SCHIP Program
"The Senate's vote to expand the State Children's Health Insurance Program (SCHIP) to the non-poor and to finance it with a large hike in cigarette taxes, represents a major step in the direction of universal health care. It will also likely result in a future funding crisis.
1. Although the administration has threatened to veto this $50 billion expansion of SCHIP, Democrats would love to have a vote or veto "against the children" to hold against Republicans. This illustrates their cynicism behind this proposal, but President Bush's cynicism is also evident. Compare his support for a much larger, more expensive, and politically important prescription-drug plan for senior citizens.
2. From a taxation point of view, there are two arguments against SCHIP expansion: First, cigarette taxes represent a very unreliable funding stream. To the extent that health education campaigns and price increases have helped bring down the number of smokers in the United States, they also threaten the government's stream of revenue. This means that another tax increase will be needed to sustain the newly expanded SCHIP in the future.

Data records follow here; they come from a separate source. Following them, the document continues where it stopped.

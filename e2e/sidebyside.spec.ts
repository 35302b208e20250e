import { expect, test, type Page } from '@playwright/test'
import { violations } from './barriers.ts'
import { SheetPage } from './sheet-page.ts'

const nav = (page: Page) => page.getByRole('navigation')

/** The first demo on the shelf, the second on the desk, both in columns. */
async function compareDemos(page: Page, first: string, second: string): Promise<SheetPage> {
  const sheet = new SheetPage(page)
  await sheet.open()
  await sheet.openDemo(first)
  await expect(sheet.running).toContainText('mOsm/kg')
  await nav(page).getByRole('button', { name: 'Keep on the shelf' }).click()
  await expect(nav(page).getByRole('button', { name: 'Kept on the shelf' })).toBeVisible()
  await sheet.openDemo(second)
  await expect(nav(page).getByRole('button', { name: 'Keep on the shelf' })).toBeVisible()
  await nav(page).getByRole('button', { name: 'Shelf', exact: true }).click()
  await page.locator('.shelf-row').getByRole('checkbox').check()
  await expect(page.getByRole('table', { name: 'Formulas side by side' })).toBeVisible()
  return sheet
}

const table = (page: Page) => page.getByRole('table', { name: 'Formulas side by side' })
const rowOf = (page: Page, label: string) =>
  table(page)
    .getByRole('row')
    .filter({ has: page.getByRole('rowheader', { name: label, exact: true }) })

test('two demos stand side by side, line by line, and say where they differ', async ({ page }) => {
  const sheet = await compareDemos(page, 'Eye drop', 'Nasal spray')
  await expect(table(page).getByRole('columnheader')).toHaveCount(2)
  const salt = rowOf(page, 'Sodium chloride').getByRole('cell')
  await expect(salt).toHaveCount(2)
  await expect(rowOf(page, 'Pilocarpine hydrochloride').getByRole('cell').nth(0)).toContainText('not in it')
  await expect(rowOf(page, 'Pilocarpine hydrochloride').getByRole('cell').nth(1)).toContainText('≠')
  await expect(rowOf(page, 'Pilocarpine hydrochloride').getByRole('cell').nth(1)).toContainText('1 %')

  await test.step('the figures of the desk are those of the sheet', async () => {
    const running = (await sheet.running.textContent()) ?? ''
    const value = /^(\d+) mOsm\/kg \((\d+ to \d+)\)/.exec(running)
    expect(value).not.toBeNull()
    const osmolality = rowOf(page, 'osmolality, mOsm/kg').getByRole('cell').nth(0)
    await expect(osmolality).toContainText(value?.[1] ?? '?')
    await expect(osmolality).toContainText(value?.[2] ?? '?')
  })

  await test.step('the axis says the same in words', async () => {
    await expect(page.locator('#shared-axis-said')).toContainText('A, Demo nasal spray')
    await expect(page.locator('#shared-axis-said')).toContainText('B, Demo eye drops')
  })

  await test.step('a change on the desk is followed', async () => {
    const row = rowOf(page, 'final volume').getByRole('cell').nth(0)
    await page.getByRole('textbox', { name: 'Final volume' }).fill('37 mL')
    await expect(row).toContainText('37 mL')
  })

  await test.step('taking one out ends it', async () => {
    await page.getByRole('button', { name: 'Take Demo eye drops out of the comparison' }).click()
    await expect(table(page)).toHaveCount(0)
  })
})

test('a blocked formula has no figures in its column and says why', async ({ page }) => {
  const sheet = await compareDemos(page, 'Eye drop', 'Irrigation')
  await sheet.amount(1).fill('1,234')
  await sheet.amount(2).focus()
  await expect(table(page).getByRole('columnheader').nth(0)).toContainText('No numbers')
  await expect(rowOf(page, 'osmolality, mOsm/kg').getByRole('cell').nth(0)).toHaveText('—')
})

test('the comparison prints alone, marked as no worksheet', async ({ page }) => {
  await compareDemos(page, 'Eye drop', 'Nasal spray')
  await page.emulateMedia({ media: 'print' })
  await expect(table(page)).toBeHidden()
  await page.evaluate(() => {
    window.print = () => undefined
  })
  await page.emulateMedia({ media: 'screen' })
  await page.getByRole('button', { name: 'Print the comparison' }).click()
  await page.emulateMedia({ media: 'print' })
  await expect(table(page)).toBeVisible()
  await expect(page.getByText('not a batch worksheet').first()).toBeVisible()
  await expect(page.locator('.paper-sheet:visible')).toHaveCount(0)
  await page.evaluate(() => dispatchEvent(new Event('afterprint')))
  await expect(table(page)).toBeHidden()
})

for (const colorScheme of ['light', 'dark'] as const) {
  test(`no barrier is found side by side, ${colorScheme}`, async ({ page }) => {
    await page.emulateMedia({ colorScheme })
    await compareDemos(page, 'Eye drop', 'Nasal spray')
    expect(await violations(page)).toEqual([])
  })
}

test('nothing side by side is wider than a narrow window', async ({ page }) => {
  await page.setViewportSize({ width: 390, height: 900 })
  await compareDemos(page, 'Eye drop', 'Nasal spray')
  const overflow = await page.evaluate(() => document.documentElement.scrollWidth - innerWidth)
  expect(overflow).toBeLessThanOrEqual(0)
})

3. Second, because the bill could lead states to give government health coverage to children in a family of four making up to even $80,000, the bill redistributes income in a regressive fashion -- from the poor (and smokers are disproportionately poor) to the middle class. This too is similar to the prescription-drug bill, which promised subsidies for the prescriptions of the nation's wealthiest demographic, senior citizens, at the expense of young workers."
Novak fails to mention, they want to extend this program to illegal immigrants as well.